=== Section Start ===

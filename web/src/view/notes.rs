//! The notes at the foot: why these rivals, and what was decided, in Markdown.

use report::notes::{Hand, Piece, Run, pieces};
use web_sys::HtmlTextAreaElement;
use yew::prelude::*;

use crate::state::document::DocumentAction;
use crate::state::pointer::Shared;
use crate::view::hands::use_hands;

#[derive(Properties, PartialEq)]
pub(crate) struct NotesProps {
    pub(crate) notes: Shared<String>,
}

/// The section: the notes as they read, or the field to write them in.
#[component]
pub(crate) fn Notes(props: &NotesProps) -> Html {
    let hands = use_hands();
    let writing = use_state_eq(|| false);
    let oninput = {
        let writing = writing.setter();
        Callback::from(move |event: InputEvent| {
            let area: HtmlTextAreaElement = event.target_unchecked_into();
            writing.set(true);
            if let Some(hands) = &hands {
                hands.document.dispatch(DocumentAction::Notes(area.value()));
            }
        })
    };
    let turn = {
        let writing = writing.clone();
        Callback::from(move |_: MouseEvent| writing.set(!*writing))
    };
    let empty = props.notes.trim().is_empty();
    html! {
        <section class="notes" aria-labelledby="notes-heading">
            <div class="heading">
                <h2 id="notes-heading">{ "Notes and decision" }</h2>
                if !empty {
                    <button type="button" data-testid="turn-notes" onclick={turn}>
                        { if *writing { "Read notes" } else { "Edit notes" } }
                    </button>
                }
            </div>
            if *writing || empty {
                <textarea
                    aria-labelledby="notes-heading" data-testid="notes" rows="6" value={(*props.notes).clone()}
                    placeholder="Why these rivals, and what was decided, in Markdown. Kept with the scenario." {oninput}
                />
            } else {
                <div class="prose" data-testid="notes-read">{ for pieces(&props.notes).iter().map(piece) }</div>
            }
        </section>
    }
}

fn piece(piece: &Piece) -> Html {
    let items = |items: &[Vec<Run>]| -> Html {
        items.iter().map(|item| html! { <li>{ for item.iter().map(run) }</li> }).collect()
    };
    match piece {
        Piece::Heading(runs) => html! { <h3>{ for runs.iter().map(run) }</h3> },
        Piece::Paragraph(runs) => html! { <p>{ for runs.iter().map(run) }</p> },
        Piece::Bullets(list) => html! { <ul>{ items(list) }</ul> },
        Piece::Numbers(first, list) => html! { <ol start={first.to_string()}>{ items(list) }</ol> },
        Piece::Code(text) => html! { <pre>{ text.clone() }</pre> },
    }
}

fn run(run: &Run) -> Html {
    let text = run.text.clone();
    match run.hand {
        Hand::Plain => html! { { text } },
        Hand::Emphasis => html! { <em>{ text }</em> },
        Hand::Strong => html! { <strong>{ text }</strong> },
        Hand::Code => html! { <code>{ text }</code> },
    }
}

=== Section End ===
=== Section Start ===

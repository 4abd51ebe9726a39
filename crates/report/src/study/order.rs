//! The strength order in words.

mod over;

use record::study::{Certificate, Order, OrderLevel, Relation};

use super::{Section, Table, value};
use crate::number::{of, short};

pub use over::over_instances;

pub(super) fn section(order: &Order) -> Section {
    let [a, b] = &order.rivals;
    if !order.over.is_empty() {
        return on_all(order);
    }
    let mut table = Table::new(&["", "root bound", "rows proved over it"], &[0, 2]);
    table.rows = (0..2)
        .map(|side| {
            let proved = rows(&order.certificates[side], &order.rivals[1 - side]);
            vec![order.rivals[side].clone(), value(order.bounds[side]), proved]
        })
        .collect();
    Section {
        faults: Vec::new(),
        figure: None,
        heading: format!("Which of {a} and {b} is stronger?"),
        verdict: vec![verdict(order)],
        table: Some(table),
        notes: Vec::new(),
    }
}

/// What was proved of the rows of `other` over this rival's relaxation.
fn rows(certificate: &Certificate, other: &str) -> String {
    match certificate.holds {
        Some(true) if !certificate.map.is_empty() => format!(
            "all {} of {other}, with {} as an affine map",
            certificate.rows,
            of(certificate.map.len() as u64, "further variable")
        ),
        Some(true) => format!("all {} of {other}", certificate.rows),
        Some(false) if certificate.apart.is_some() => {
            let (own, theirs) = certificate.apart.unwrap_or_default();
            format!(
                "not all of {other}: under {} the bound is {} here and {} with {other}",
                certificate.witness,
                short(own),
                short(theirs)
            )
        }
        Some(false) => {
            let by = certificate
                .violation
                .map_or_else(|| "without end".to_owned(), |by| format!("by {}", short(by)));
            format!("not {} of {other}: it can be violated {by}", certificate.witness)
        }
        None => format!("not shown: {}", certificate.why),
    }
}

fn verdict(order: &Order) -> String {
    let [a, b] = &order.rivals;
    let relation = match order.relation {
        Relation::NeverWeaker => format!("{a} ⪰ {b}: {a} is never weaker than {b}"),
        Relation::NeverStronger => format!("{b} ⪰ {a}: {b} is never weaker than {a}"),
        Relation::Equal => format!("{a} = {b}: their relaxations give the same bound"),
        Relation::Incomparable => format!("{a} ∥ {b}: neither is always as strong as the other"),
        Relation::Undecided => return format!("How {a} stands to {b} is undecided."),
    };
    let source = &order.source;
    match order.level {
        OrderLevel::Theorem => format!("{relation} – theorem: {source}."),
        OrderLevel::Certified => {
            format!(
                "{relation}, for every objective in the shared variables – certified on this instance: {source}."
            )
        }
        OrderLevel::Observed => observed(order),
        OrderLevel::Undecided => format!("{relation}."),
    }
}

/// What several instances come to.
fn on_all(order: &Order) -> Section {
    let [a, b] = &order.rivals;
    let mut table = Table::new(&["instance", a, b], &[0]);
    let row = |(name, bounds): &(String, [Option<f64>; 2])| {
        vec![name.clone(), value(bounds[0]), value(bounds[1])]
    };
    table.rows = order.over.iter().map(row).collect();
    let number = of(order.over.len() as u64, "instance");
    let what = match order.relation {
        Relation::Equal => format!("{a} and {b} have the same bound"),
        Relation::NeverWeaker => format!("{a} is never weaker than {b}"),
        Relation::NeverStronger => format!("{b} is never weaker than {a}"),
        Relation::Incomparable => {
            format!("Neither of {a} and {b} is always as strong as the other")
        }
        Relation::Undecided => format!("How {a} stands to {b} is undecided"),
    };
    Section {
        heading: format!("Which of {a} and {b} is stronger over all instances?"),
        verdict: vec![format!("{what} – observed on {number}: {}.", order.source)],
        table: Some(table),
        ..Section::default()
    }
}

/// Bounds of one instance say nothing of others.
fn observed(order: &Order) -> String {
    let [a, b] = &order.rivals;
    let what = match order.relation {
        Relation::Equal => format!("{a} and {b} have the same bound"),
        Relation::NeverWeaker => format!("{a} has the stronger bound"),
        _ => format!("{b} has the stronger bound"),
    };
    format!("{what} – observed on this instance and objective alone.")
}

=== Section End ===

> **EXERCISE PROMPT**
If a line in the data above contains "collect", return that line.

> **COMPLETED EXERCISE**
        items.iter().map(|item| html! { <li>{ for item.iter().map(run) }</li> }).collect()
        .collect();
    table.rows = order.over.iter().map(row).collect();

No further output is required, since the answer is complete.